Exercise description
Extract from the listing each line in which the word "body" appears.

*-*-*

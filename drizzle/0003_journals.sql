CREATE TABLE `entry_comment` (
	`id` bigint unsigned AUTO_INCREMENT NOT NULL,
	`entry_id` bigint unsigned NOT NULL,
	`author_id` varchar(255) NOT NULL,
	`body` text NOT NULL,
	`created_at` datetime(3) NOT NULL DEFAULT CURRENT_TIMESTAMP(3),
	CONSTRAINT `entry_comment_id` PRIMARY KEY(`id`)
);
--> statement-breakpoint
CREATE TABLE `journal_digest` (
	`user_id` varchar(255) NOT NULL,
	`week_of` date NOT NULL,
	`sent_at` datetime(3),
	`created_at` datetime(3) NOT NULL DEFAULT CURRENT_TIMESTAMP(3),
	CONSTRAINT `journal_digest_user_id_week_of_pk` PRIMARY KEY(`user_id`,`week_of`)
);
--> statement-breakpoint
CREATE TABLE `journal_entry` (
	`id` bigint unsigned AUTO_INCREMENT NOT NULL,
	`tank_id` bigint unsigned NOT NULL,
	`author_id` varchar(255) NOT NULL,
	`entry_on` date NOT NULL,
	`title` varchar(120) NOT NULL DEFAULT '',
	`body` mediumtext NOT NULL,
	`created_at` datetime(3) NOT NULL DEFAULT CURRENT_TIMESTAMP(3),
	`updated_at` datetime(3),
	CONSTRAINT `journal_entry_id` PRIMARY KEY(`id`)
);
--> statement-breakpoint
CREATE TABLE `journal_event` (
	`id` bigint unsigned AUTO_INCREMENT NOT NULL,
	`tank_id` bigint unsigned NOT NULL,
	`entry_id` bigint unsigned,
	`kind` enum('water-change','trim','filter-clean','media-change','dose','glass','co2-check','plant-added','plant-removed','livestock-added','livestock-removed','algae','note','upkeep') NOT NULL,
	`occurred_on` date NOT NULL,
	`position` int NOT NULL DEFAULT 0,
	`percent` decimal(4,1),
	`filter_part` enum('prefilter','media','impeller','hoses','intake','whole'),
	`what` varchar(160) NOT NULL DEFAULT '',
	`amount` decimal(10,3),
	`amount_unit` enum('mL','g','mg','drops','tablets'),
	`salt_id` varchar(24),
	`species_id` bigint unsigned,
	`species_name` varchar(160) NOT NULL DEFAULT '',
	`count` int,
	`algae_kind` enum('green-dust','green-spots','threads','dark-tufts','slime','brown-film','green-water','other'),
	`note` varchar(1000) NOT NULL DEFAULT '',
	`tank_plant_id` bigint unsigned,
	`tank_livestock_id` bigint unsigned,
	`task_id` bigint unsigned,
	`created_at` datetime(3) NOT NULL DEFAULT CURRENT_TIMESTAMP(3),
	CONSTRAINT `journal_event_id` PRIMARY KEY(`id`)
);
--> statement-breakpoint
CREATE TABLE `maintenance_task` (
	`id` bigint unsigned AUTO_INCREMENT NOT NULL,
	`tank_id` bigint unsigned NOT NULL,
	`kind` enum('water-change','trim','filter-clean','media-change','dose','glass','co2-check','water-test','other') NOT NULL,
	`filter_part` enum('prefilter','media','impeller','hoses','intake','whole'),
	`label` varchar(80) NOT NULL,
	`interval_days` int NOT NULL,
	`last_done_on` date,
	`position` int NOT NULL DEFAULT 0,
	`created_at` datetime(3) NOT NULL DEFAULT CURRENT_TIMESTAMP(3),
	CONSTRAINT `maintenance_task_id` PRIMARY KEY(`id`)
);
--> statement-breakpoint
CREATE TABLE `tank_admire` (
	`tank_id` bigint unsigned NOT NULL,
	`user_id` varchar(255) NOT NULL,
	`created_at` datetime(3) NOT NULL DEFAULT CURRENT_TIMESTAMP(3),
	CONSTRAINT `tank_admire_tank_id_user_id_pk` PRIMARY KEY(`tank_id`,`user_id`)
);
--> statement-breakpoint
CREATE TABLE `tank_follow` (
	`tank_id` bigint unsigned NOT NULL,
	`user_id` varchar(255) NOT NULL,
	`last_mailed_at` datetime(3),
	`created_at` datetime(3) NOT NULL DEFAULT CURRENT_TIMESTAMP(3),
	CONSTRAINT `tank_follow_tank_id_user_id_pk` PRIMARY KEY(`tank_id`,`user_id`)
);
--> statement-breakpoint
CREATE TABLE `water_test` (
	`id` bigint unsigned AUTO_INCREMENT NOT NULL,
	`tank_id` bigint unsigned NOT NULL,
	`tested_on` date NOT NULL,
	`ph` decimal(4,2),
	`kh` decimal(5,2),
	`gh` decimal(5,2),
	`no3` decimal(7,2),
	`po4` decimal(6,2),
	`k` decimal(7,2),
	`fe` decimal(6,3),
	`ammonia` decimal(6,3),
	`ammonia_basis` enum('NH3','NH4','N') NOT NULL DEFAULT 'NH3',
	`no2` decimal(6,3),
	`temperature_c` decimal(4,1),
	`tds` int,
	`note` varchar(500) NOT NULL DEFAULT '',
	`created_at` datetime(3) NOT NULL DEFAULT CURRENT_TIMESTAMP(3),
	CONSTRAINT `water_test_id` PRIMARY KEY(`id`)
);
--> statement-breakpoint
ALTER TABLE `tank` ADD `volume_litres` decimal(8,2);--> statement-breakpoint
ALTER TABLE `tank` ADD `activity_at` datetime(3);--> statement-breakpoint
ALTER TABLE `entry_comment` ADD CONSTRAINT `entry_comment_entry_id_journal_entry_id_fk` FOREIGN KEY (`entry_id`) REFERENCES `journal_entry`(`id`) ON DELETE cascade ON UPDATE no action;--> statement-breakpoint
ALTER TABLE `entry_comment` ADD CONSTRAINT `entry_comment_author_id_user_id_fk` FOREIGN KEY (`author_id`) REFERENCES `user`(`id`) ON DELETE no action ON UPDATE no action;--> statement-breakpoint
ALTER TABLE `journal_digest` ADD CONSTRAINT `journal_digest_user_id_user_id_fk` FOREIGN KEY (`user_id`) REFERENCES `user`(`id`) ON DELETE cascade ON UPDATE no action;--> statement-breakpoint
ALTER TABLE `journal_entry` ADD CONSTRAINT `journal_entry_tank_id_tank_id_fk` FOREIGN KEY (`tank_id`) REFERENCES `tank`(`id`) ON DELETE cascade ON UPDATE no action;--> statement-breakpoint
ALTER TABLE `journal_entry` ADD CONSTRAINT `journal_entry_author_id_user_id_fk` FOREIGN KEY (`author_id`) REFERENCES `user`(`id`) ON DELETE no action ON UPDATE no action;--> statement-breakpoint
ALTER TABLE `journal_event` ADD CONSTRAINT `journal_event_tank_id_tank_id_fk` FOREIGN KEY (`tank_id`) REFERENCES `tank`(`id`) ON DELETE cascade ON UPDATE no action;--> statement-breakpoint
ALTER TABLE `journal_event` ADD CONSTRAINT `journal_event_entry_id_journal_entry_id_fk` FOREIGN KEY (`entry_id`) REFERENCES `journal_entry`(`id`) ON DELETE cascade ON UPDATE no action;--> statement-breakpoint
ALTER TABLE `journal_event` ADD CONSTRAINT `journal_event_species_id_species_id_fk` FOREIGN KEY (`species_id`) REFERENCES `species`(`id`) ON DELETE set null ON UPDATE no action;--> statement-breakpoint
ALTER TABLE `journal_event` ADD CONSTRAINT `journal_event_tank_plant_id_tank_plant_id_fk` FOREIGN KEY (`tank_plant_id`) REFERENCES `tank_plant`(`id`) ON DELETE set null ON UPDATE no action;--> statement-breakpoint
ALTER TABLE `journal_event` ADD CONSTRAINT `journal_event_tank_livestock_id_tank_livestock_id_fk` FOREIGN KEY (`tank_livestock_id`) REFERENCES `tank_livestock`(`id`) ON DELETE set null ON UPDATE no action;--> statement-breakpoint
ALTER TABLE `journal_event` ADD CONSTRAINT `journal_event_task_id_maintenance_task_id_fk` FOREIGN KEY (`task_id`) REFERENCES `maintenance_task`(`id`) ON DELETE set null ON UPDATE no action;--> statement-breakpoint
ALTER TABLE `maintenance_task` ADD CONSTRAINT `maintenance_task_tank_id_tank_id_fk` FOREIGN KEY (`tank_id`) REFERENCES `tank`(`id`) ON DELETE cascade ON UPDATE no action;--> statement-breakpoint
ALTER TABLE `tank_admire` ADD CONSTRAINT `tank_admire_tank_id_tank_id_fk` FOREIGN KEY (`tank_id`) REFERENCES `tank`(`id`) ON DELETE cascade ON UPDATE no action;--> statement-breakpoint
ALTER TABLE `tank_admire` ADD CONSTRAINT `tank_admire_user_id_user_id_fk` FOREIGN KEY (`user_id`) REFERENCES `user`(`id`) ON DELETE cascade ON UPDATE no action;--> statement-breakpoint
ALTER TABLE `tank_follow` ADD CONSTRAINT `tank_follow_tank_id_tank_id_fk` FOREIGN KEY (`tank_id`) REFERENCES `tank`(`id`) ON DELETE cascade ON UPDATE no action;--> statement-breakpoint
ALTER TABLE `tank_follow` ADD CONSTRAINT `tank_follow_user_id_user_id_fk` FOREIGN KEY (`user_id`) REFERENCES `user`(`id`) ON DELETE cascade ON UPDATE no action;--> statement-breakpoint
ALTER TABLE `water_test` ADD CONSTRAINT `water_test_tank_id_tank_id_fk` FOREIGN KEY (`tank_id`) REFERENCES `tank`(`id`) ON DELETE cascade ON UPDATE no action;--> statement-breakpoint
CREATE INDEX `entry_comment_entry_idx` ON `entry_comment` (`entry_id`,`created_at`);--> statement-breakpoint
CREATE INDEX `journal_entry_tank_idx` ON `journal_entry` (`tank_id`,`entry_on`);--> statement-breakpoint
CREATE INDEX `journal_event_tank_idx` ON `journal_event` (`tank_id`,`occurred_on`);--> statement-breakpoint
CREATE INDEX `journal_event_entry_idx` ON `journal_event` (`entry_id`,`position`);--> statement-breakpoint
CREATE INDEX `maintenance_task_tank_idx` ON `maintenance_task` (`tank_id`,`position`);--> statement-breakpoint
CREATE INDEX `tank_admire_user_idx` ON `tank_admire` (`user_id`);--> statement-breakpoint
CREATE INDEX `tank_follow_user_idx` ON `tank_follow` (`user_id`);--> statement-breakpoint
CREATE INDEX `water_test_tank_idx` ON `water_test` (`tank_id`,`tested_on`);--> statement-breakpoint
CREATE INDEX `tank_activity_idx` ON `tank` (`visibility`,`activity_at`);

*-*-*

Solution
	`body` text NOT NULL,
	`body` mediumtext NOT NULL,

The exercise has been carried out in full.